INPUT DATA Start Marker

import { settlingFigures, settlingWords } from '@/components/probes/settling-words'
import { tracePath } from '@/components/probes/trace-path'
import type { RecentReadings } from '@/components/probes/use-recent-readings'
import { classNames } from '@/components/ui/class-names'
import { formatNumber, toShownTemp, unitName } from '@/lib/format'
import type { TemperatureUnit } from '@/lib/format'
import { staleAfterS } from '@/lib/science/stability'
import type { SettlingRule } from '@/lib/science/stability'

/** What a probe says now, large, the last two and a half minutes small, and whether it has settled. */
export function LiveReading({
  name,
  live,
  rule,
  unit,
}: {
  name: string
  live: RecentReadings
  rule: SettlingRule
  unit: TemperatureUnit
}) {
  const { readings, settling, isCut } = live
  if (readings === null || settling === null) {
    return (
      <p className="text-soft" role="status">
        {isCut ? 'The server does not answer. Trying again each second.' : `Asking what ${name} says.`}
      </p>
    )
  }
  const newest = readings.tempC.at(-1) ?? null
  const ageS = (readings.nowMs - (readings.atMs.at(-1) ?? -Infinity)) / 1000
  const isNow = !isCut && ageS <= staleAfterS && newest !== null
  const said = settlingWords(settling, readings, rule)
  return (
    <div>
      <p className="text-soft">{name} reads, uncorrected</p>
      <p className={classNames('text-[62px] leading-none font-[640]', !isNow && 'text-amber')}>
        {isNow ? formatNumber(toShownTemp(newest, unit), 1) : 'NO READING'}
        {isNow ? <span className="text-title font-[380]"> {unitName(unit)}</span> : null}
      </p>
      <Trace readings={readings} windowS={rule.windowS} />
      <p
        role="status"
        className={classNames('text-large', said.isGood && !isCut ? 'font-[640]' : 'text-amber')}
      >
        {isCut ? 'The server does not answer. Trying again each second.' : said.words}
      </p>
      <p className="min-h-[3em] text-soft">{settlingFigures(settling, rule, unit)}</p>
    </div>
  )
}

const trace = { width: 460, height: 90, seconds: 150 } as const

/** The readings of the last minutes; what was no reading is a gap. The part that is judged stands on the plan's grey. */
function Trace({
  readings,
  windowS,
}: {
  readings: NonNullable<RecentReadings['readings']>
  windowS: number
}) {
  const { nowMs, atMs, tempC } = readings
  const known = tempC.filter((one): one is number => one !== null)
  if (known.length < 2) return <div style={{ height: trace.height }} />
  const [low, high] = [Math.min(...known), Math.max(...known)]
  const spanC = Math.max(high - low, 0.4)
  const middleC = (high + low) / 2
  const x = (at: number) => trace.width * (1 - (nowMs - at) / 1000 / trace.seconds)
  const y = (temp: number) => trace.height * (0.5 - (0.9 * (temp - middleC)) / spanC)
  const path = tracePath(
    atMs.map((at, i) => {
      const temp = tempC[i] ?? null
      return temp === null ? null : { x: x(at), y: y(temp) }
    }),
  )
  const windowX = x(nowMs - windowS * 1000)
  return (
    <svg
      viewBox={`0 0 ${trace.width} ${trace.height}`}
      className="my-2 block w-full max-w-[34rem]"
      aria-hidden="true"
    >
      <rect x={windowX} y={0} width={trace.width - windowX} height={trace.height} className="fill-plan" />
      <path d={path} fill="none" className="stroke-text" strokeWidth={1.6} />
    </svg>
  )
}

INPUT DATA End Marker

Copy each line above where "role" appears.

      <p className="text-soft" role="status">
        role="status"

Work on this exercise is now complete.